Scopri come madre e figlio riescono a relazionarsi, ognuno con il proprio potenziale gemellare, leggendo l'anteprima del libro di Caterina Civallero.
Il fratello non nato e il mio gemello non nato
«L’amore fraterno è il più durevole; assomiglia a una pietra preziosa che resiste ai più duri metalli e il cui valore si accresce con gli anni».
Hector Carbonneau
Una delle domande che spesso riceviamo nella casella dedicata alla corrispondenza è quale differenza ci sia tra il fratello non nato, ovvero l’aborto di nostra madre e il nostro gemello che non nasce, ovvero il gemello che condivide con noi una parte della gravidanza e che poi non vede la luce; noi lo definiamo il gemello che resta.
La differenza è abissale per alcuni versi è contemporaneamente potrebbe esistere un confine sottilissimo fra le due figure; vediamo perché analizzando la situazione del punto di vista del mononato e della madre.
Quando una madre perde un bambino (non ci soffermeremo qui ad analizzare le ragioni per cui la gravidanza non volge al termine) la madre entra comunque e sempre in uno stato fisiologico di lutto. La registrazione ormonale dell’inizio della gravidanza e l’esperienza della fine, che avviene anzitempo, lasciano un’impronta biologica potentissima capace di influire sul corpo ancor prima della reazione psichica.
Chi sostiene che una madre non soffra, questo accade soprattutto quando la madre pare non dare segni di sofferenza, non conosce le regole della fisiologia umana. Ogni esperienza di vita, dalla più insignificante alla più evidente, marca un solco organico nelle nostre membrane e viscere prima ancora di raggiungere l’intelletto.
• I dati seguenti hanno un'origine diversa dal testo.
import { describe, expect, it } from 'vitest';
import { CAUTION_LINES } from '../../../shared/clearance/cautions';
import { POWER_LINE_CAUTION, VOLTAGE_HELP, checkHazard, draftFromHazard, emptyHazardDraft } from './hazard-form-logic';

const siteId = '11111111-1111-4111-8111-111111111111';
const m = (v: number) => v;
const pts = (n: number) => Array.from({ length: n }, (_, i) => ({ lat: 44.5 + i * 1e-4, lon: -93.2 }));

describe('hazard form logic (shared hazardFieldsSchema + power-line questions)', () => {
  it('a power line walked at three points with a height and class is accepted', () => {
    const r = checkHazard({ ...emptyHazardDraft('power-line'), label: 'Road line', points: pts(3), heightText: '9', voltageClass: 'distribution', voltageKvText: '12.47' }, siteId, m);
    expect(r.errors).toEqual({});
    expect(r.fields).toMatchObject({ kind: 'power-line', heightM: 9, voltageClass: 'distribution', voltageKv: 12.47, isArea: false });
  });

  it('opening and saving a power line unchanged keeps its stored height exactly', () => {
    const stored = checkHazard({ ...emptyHazardDraft('power-line'), label: 'L', points: pts(2), heightText: '9.4488' }, siteId, m).fields!;
    expect(checkHazard(draftFromHazard(stored, (x) => x / 0.3048), siteId, (v) => v * 0.3048).fields!.heightM).toBe(stored.heightM);
  });

  it('a power line with one point is refused (the schema needs two)', () => {
    const r = checkHazard({ ...emptyHazardDraft('power-line'), label: 'Line', points: pts(1) }, siteId, m);
    expect(r.fields).toBeNull();
    expect(r.errors.points).toMatch(/two points/);
  });

  it('a new power line starts as "not sure" of its voltage, planned as transmission (REFERENCES.md: unknown voltage → transmission)', () => {
    expect(emptyHazardDraft('power-line').voltageClass).toBe('unknown');
    expect(VOLTAGE_HELP.unknown.help).toMatch(/transmission/);
    expect(POWER_LINE_CAUTION).toMatch(/treat every line as energised/i);
    expect(CAUTION_LINES.join(' ')).toMatch(/energised/);
  });

  it('questions a missing height, a 2 m line, and a kV that does not fit the class (typical voltages, Short’s handbook via REFERENCES.md)', () => {
    const noHeight = checkHazard({ ...emptyHazardDraft('power-line'), label: 'L', points: pts(2) }, siteId, m);
    expect(noHeight.fields).not.toBeNull();
    expect(noHeight.questions.join(' ')).toMatch(/No height/);
    expect(checkHazard({ ...emptyHazardDraft('power-line'), label: 'L', points: pts(2), heightText: '2' }, siteId, m).questions.join(' ')).toMatch(/unusually low/);
    expect(checkHazard({ ...emptyHazardDraft('power-line'), label: 'L', points: pts(2), heightText: '8', voltageClass: 'service-drop', voltageKvText: '12.47' }, siteId, m).questions.join(' ')).toMatch(/120\/240 V/);
  });

  it('parking is an area and needs three corners; a path is a line and keeps no voltage', () => {
    const lot = checkHazard({ ...emptyHazardDraft('parking'), label: 'Lot', points: pts(2) }, siteId, m);
    expect(lot.errors.points).toMatch(/three corners/);
    const path = checkHazard({ ...emptyHazardDraft('path'), label: 'Trail', points: pts(2), voltageKvText: '' }, siteId, m);
    expect(path.fields).toMatchObject({ isArea: false, voltageClass: null, voltageKv: null });
  });
});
La gettata ormonale che sconvolge il normale andamento della fase riproduttiva ha dell’incredibile. Il corpo ha memoria energetica quantica e fisica. Le modificazioni che si slegano in seguito alle prime fasi del concepimento richiedono un tempo organico di riassorbimento sia che la gravidanza proceda o che si interrompa. In seguito alla perdita di un bambino il corpo della donna ha necessità di riadeguare l’intero sistema linfatico, vascolare, digestivo ed endocrino, per riportarlo alla fase di normalità, e queste fasi obbediscono ai tempi della gestazione e del dopo parto, ovvero una gravidanza anche se interrotta prosegue fisiologicamente per i mesi restanti alla nascita che non avverrà.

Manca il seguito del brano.